-------- Given records --------

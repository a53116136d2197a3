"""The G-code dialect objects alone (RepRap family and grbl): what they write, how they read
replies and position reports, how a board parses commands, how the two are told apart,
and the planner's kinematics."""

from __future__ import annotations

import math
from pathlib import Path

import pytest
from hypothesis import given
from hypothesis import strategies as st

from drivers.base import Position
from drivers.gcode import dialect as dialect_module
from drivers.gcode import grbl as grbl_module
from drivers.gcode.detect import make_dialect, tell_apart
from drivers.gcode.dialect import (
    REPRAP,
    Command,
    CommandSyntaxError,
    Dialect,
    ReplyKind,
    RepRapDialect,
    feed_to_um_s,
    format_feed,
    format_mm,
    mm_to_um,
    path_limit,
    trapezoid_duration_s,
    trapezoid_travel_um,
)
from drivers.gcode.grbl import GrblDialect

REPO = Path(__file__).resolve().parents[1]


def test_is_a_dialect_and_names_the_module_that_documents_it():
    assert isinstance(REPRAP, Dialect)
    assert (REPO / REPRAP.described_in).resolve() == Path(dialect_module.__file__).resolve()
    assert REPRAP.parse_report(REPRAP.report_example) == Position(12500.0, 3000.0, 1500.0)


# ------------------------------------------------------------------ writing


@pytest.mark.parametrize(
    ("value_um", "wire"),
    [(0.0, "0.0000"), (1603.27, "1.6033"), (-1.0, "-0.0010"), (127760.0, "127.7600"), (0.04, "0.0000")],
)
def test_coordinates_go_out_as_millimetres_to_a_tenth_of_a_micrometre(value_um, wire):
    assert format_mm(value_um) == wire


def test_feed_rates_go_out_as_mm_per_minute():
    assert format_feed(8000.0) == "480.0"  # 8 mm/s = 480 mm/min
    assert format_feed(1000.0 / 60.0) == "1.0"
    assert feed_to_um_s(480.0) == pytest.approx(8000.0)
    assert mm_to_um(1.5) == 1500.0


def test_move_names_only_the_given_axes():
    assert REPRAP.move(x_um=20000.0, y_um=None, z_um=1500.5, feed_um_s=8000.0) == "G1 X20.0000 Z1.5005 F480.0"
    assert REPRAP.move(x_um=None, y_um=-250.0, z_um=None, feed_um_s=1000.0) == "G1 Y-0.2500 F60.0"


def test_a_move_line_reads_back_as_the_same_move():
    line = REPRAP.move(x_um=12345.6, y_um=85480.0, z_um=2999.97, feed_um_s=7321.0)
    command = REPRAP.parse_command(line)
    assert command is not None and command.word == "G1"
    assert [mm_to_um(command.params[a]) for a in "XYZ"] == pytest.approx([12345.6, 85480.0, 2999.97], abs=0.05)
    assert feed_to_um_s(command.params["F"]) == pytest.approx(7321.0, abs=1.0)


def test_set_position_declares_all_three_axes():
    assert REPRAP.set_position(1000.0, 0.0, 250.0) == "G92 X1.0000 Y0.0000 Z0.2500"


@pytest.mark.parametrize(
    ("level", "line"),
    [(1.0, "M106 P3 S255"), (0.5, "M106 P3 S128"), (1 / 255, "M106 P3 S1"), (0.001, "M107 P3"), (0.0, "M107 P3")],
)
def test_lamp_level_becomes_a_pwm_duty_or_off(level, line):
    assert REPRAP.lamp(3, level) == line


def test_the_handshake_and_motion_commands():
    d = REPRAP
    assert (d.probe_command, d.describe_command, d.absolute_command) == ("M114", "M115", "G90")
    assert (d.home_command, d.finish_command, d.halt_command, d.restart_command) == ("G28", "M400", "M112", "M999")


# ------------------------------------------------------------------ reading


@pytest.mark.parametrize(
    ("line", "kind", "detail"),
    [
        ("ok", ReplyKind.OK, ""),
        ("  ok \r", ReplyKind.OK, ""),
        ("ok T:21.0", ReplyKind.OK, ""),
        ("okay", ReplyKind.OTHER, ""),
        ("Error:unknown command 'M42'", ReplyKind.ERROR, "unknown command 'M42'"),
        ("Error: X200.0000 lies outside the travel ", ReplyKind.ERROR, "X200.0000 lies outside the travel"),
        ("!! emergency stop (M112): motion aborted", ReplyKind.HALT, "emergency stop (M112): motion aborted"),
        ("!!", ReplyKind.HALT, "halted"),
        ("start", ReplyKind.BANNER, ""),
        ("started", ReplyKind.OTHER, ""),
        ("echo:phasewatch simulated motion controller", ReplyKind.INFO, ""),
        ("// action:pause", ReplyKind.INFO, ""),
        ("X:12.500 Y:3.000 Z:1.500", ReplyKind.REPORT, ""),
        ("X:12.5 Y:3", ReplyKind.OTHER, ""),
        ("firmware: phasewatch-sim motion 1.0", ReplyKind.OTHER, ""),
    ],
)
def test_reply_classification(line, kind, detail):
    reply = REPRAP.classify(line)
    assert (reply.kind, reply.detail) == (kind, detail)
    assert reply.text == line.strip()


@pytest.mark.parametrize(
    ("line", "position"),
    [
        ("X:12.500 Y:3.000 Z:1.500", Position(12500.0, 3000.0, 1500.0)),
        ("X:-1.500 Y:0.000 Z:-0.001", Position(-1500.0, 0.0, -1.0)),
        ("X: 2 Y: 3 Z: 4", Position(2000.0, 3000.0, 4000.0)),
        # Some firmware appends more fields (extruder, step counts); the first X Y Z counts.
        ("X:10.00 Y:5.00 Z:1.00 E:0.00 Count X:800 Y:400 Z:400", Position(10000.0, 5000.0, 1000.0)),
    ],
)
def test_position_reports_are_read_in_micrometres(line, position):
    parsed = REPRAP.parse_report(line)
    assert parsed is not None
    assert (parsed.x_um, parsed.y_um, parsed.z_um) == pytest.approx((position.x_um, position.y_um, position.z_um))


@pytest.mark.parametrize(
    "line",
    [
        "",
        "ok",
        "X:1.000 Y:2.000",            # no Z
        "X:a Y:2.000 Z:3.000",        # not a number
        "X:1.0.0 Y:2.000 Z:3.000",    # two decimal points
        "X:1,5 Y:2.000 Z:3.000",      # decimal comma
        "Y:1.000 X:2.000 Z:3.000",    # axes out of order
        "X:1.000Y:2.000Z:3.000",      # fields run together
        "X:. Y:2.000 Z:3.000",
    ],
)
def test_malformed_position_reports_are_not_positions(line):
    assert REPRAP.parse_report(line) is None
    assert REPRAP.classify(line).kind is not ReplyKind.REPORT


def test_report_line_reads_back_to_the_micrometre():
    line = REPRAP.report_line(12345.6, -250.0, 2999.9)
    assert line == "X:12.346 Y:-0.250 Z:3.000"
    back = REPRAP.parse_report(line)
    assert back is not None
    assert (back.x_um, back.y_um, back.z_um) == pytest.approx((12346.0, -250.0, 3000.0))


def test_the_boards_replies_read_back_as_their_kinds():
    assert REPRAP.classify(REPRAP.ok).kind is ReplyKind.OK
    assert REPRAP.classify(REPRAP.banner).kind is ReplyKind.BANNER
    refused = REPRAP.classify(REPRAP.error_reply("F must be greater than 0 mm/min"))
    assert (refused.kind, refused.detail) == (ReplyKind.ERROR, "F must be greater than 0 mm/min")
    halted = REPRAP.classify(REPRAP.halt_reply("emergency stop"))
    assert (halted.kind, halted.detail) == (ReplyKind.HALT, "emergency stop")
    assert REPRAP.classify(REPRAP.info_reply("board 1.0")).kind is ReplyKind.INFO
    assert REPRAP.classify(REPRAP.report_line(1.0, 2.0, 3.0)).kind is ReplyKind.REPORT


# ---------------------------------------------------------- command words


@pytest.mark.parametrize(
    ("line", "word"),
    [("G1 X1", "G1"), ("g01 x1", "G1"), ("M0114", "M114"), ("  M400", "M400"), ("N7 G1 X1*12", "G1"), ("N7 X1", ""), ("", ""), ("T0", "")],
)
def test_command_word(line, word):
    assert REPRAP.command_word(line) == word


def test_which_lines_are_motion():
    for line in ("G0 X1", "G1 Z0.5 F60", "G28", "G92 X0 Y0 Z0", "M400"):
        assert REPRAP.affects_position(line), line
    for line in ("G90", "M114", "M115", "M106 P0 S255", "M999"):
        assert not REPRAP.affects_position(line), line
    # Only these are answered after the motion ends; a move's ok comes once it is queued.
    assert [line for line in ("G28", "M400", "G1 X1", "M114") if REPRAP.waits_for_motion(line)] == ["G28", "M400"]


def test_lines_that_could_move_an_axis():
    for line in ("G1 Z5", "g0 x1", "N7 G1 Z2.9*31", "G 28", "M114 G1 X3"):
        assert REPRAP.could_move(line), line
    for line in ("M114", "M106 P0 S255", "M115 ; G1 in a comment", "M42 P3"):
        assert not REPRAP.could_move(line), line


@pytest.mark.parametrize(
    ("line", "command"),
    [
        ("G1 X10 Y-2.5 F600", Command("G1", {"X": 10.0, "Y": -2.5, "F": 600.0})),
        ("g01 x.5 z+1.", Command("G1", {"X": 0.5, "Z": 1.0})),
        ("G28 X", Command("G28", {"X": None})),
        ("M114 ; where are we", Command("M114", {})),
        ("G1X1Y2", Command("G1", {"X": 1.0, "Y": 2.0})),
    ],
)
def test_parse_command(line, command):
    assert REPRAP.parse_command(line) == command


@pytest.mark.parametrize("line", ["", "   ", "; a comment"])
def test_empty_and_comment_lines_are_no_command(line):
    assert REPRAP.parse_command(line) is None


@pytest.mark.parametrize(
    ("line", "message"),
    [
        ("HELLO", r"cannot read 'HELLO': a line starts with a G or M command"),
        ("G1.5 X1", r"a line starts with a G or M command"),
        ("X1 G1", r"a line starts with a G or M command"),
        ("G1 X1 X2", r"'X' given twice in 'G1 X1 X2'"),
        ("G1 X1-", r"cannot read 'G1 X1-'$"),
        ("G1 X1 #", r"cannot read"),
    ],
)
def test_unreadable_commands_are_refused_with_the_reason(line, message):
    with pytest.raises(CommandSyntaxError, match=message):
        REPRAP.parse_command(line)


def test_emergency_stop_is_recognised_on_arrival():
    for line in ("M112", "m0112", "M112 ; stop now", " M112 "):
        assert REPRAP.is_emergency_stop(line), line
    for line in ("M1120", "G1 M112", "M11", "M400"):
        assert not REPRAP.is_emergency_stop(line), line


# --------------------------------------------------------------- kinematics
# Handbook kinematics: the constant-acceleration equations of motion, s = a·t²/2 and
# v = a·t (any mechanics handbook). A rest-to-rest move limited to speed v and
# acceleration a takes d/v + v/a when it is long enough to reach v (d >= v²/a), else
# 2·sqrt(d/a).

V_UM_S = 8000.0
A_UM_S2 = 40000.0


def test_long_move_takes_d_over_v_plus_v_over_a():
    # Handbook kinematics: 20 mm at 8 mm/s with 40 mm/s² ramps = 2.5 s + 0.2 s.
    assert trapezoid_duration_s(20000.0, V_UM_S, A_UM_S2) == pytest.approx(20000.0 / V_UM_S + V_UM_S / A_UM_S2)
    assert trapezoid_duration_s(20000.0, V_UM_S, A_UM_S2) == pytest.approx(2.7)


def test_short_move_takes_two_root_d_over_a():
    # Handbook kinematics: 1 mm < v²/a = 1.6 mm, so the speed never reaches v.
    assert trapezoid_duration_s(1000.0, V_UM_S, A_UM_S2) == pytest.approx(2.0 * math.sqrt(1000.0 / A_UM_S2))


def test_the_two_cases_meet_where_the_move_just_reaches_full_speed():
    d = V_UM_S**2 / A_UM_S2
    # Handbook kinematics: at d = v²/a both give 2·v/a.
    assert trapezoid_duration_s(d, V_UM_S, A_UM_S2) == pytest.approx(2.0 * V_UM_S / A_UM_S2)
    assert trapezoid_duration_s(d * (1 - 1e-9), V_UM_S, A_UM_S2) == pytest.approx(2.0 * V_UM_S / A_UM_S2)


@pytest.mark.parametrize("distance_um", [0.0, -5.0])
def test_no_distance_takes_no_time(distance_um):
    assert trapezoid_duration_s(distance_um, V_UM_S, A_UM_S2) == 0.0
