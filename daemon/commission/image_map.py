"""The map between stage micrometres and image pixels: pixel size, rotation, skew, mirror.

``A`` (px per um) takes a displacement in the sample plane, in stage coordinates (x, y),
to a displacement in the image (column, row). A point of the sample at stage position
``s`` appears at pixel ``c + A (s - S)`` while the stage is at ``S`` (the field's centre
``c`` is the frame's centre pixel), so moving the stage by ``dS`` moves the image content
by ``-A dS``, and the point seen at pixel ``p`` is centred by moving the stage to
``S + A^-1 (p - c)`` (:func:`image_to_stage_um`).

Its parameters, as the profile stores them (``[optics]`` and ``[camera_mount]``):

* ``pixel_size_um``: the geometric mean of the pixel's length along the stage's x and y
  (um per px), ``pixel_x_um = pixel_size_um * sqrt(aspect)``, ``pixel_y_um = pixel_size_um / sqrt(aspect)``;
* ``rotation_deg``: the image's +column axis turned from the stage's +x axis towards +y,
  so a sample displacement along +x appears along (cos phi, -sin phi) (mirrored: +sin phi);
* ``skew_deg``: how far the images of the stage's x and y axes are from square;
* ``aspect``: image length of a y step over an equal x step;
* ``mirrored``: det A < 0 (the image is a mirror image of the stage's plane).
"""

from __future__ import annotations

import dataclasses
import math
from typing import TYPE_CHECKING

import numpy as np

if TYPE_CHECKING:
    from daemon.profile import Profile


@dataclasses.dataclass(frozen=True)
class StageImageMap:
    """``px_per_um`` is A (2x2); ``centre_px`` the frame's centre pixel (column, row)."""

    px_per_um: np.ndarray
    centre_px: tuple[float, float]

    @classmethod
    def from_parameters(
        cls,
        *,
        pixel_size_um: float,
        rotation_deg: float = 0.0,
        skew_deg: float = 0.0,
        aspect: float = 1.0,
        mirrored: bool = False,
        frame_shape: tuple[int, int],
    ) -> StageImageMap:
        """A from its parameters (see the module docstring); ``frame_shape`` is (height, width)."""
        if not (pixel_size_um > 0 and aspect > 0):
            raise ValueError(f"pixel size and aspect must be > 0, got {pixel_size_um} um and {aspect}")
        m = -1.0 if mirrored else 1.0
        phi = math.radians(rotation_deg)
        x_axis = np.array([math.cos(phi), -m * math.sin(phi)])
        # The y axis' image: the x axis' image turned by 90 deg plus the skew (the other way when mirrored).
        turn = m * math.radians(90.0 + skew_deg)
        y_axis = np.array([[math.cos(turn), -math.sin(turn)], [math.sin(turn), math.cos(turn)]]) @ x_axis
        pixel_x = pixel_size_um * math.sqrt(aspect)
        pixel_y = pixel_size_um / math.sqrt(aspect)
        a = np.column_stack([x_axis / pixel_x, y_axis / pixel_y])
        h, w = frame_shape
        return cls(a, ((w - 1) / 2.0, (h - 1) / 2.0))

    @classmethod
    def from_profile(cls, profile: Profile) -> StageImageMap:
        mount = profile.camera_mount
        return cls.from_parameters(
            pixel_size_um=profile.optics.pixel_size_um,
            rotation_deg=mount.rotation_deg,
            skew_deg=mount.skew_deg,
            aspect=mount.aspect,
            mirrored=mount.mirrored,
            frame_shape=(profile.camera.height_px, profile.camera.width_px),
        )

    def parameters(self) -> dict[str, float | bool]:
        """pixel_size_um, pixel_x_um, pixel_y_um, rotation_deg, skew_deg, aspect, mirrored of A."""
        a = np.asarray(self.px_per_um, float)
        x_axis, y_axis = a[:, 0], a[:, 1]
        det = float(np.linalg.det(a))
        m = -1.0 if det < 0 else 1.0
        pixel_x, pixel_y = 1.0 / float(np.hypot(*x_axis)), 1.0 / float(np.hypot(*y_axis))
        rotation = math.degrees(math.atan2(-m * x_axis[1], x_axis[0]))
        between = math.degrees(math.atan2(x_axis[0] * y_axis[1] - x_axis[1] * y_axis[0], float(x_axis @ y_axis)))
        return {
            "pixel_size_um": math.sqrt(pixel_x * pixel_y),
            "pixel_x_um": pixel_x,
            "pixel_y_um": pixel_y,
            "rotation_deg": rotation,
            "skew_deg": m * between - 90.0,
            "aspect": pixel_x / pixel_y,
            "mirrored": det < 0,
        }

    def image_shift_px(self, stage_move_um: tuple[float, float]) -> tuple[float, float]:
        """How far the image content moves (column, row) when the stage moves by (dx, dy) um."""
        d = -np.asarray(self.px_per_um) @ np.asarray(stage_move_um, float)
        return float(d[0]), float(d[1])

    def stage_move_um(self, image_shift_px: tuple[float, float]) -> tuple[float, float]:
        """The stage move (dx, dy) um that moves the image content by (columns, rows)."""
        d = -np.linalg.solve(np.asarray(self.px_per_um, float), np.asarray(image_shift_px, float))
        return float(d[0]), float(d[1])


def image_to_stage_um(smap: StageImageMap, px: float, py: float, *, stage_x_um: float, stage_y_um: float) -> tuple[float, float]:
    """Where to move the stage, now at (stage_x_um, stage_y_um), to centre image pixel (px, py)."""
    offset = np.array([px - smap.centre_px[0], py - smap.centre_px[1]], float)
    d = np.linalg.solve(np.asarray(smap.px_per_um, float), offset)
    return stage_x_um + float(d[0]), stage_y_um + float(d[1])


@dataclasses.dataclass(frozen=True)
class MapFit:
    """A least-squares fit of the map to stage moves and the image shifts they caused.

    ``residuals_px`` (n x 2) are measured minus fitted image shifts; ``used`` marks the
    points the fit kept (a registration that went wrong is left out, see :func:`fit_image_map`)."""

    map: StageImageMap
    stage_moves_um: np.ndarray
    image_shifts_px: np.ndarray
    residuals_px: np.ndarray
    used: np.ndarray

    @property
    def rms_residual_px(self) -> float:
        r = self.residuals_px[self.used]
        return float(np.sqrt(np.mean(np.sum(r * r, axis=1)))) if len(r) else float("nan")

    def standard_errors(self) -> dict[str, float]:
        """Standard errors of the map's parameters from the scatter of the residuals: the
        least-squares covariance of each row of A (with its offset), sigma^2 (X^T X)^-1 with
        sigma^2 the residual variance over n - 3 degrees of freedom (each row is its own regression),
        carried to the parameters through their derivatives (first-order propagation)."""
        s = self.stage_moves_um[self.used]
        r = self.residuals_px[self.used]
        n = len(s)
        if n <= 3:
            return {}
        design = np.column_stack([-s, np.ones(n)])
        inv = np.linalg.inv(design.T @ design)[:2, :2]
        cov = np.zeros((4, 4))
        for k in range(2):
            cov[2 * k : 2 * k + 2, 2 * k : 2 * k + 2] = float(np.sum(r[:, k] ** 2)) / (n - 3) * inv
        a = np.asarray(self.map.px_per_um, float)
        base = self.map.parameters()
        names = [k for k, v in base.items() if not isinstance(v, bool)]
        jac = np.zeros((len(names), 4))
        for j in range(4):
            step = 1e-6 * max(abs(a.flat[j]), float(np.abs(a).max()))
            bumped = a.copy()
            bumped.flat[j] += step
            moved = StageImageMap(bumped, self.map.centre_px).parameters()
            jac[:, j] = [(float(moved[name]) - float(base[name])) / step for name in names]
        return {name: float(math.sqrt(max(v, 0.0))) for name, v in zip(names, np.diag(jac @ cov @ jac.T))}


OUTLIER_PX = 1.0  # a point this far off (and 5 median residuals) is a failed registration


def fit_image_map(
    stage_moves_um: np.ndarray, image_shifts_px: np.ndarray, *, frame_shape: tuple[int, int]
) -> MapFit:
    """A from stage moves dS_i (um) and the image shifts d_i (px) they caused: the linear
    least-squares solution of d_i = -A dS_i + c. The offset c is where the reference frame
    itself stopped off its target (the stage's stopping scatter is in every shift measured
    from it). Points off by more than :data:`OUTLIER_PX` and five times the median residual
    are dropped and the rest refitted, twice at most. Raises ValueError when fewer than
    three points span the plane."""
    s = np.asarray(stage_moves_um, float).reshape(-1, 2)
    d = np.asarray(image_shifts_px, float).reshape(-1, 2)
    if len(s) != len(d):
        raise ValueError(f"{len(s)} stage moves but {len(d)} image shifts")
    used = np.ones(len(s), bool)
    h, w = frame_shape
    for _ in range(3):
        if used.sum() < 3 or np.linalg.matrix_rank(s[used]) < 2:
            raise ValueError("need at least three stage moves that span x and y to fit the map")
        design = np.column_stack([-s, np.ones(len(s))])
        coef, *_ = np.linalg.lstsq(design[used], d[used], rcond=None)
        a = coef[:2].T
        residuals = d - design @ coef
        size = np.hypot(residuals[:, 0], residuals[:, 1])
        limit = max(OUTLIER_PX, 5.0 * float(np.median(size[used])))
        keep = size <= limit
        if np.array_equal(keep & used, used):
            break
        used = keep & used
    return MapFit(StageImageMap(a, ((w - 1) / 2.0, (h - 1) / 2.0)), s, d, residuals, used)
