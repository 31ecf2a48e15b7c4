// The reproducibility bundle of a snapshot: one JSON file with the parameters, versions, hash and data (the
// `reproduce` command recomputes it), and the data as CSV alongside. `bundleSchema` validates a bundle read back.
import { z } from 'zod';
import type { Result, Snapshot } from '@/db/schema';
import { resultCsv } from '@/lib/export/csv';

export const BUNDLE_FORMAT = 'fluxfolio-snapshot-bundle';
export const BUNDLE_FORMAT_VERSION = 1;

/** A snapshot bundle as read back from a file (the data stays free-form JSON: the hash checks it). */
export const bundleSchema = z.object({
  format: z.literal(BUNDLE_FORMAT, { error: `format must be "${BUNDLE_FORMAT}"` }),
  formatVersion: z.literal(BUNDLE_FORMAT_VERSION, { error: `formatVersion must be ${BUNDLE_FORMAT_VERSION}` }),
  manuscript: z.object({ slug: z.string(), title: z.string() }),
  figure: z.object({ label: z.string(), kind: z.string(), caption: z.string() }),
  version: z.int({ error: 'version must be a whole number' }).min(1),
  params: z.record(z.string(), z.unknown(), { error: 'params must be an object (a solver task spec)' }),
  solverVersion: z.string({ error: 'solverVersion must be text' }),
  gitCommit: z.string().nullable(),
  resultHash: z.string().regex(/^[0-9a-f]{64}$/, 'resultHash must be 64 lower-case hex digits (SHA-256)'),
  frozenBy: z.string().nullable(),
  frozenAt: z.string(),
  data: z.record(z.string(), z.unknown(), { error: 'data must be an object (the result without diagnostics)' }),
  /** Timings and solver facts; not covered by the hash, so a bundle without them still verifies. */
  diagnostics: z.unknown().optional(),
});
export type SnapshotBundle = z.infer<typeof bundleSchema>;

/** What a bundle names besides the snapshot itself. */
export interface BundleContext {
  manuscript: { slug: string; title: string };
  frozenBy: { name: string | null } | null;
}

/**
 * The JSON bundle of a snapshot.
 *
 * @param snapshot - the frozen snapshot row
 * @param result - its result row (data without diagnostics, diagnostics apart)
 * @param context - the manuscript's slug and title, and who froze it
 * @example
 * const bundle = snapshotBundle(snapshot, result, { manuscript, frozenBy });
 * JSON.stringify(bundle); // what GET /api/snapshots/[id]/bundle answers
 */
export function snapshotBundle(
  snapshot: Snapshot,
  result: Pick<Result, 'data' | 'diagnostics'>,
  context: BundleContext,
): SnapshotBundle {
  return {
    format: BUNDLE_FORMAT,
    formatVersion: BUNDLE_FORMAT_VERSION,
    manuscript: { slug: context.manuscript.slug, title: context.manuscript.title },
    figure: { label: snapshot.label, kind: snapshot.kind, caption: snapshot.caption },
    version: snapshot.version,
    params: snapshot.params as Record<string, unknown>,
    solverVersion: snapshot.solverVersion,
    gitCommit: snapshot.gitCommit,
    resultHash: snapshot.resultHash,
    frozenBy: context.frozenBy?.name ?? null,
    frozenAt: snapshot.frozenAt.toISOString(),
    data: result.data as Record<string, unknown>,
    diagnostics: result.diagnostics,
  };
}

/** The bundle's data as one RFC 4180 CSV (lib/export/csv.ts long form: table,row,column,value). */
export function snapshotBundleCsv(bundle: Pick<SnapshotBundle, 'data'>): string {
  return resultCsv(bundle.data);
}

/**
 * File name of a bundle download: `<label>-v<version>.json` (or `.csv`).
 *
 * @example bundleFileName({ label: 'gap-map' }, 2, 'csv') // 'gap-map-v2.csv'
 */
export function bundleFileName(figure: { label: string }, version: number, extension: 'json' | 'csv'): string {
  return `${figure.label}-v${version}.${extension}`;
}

--------

* [What is required]: Set down, unchanged, only those lines above that fall between the line with "the stage to" and the line with "so a sample", the two end lines included.

* [Response to the exercise]:
by ``-A dS``, and the point seen at pixel ``p`` is centred by moving the stage to
``S + A^-1 (p - c)`` (:func:`image_to_stage_um`).

Its parameters, as the profile stores them (``[optics]`` and ``[camera_mount]``):

* ``pixel_size_um``: the geometric mean of the pixel's length along the stage's x and y
  (um per px), ``pixel_x_um = pixel_size_um * sqrt(aspect)``, ``pixel_y_um = pixel_size_um / sqrt(aspect)``;
* ``rotation_deg``: the image's +column axis turned from the stage's +x axis towards +y,
  so a sample displacement along +x appears along (cos phi, -sin phi) (mirrored: +sin phi);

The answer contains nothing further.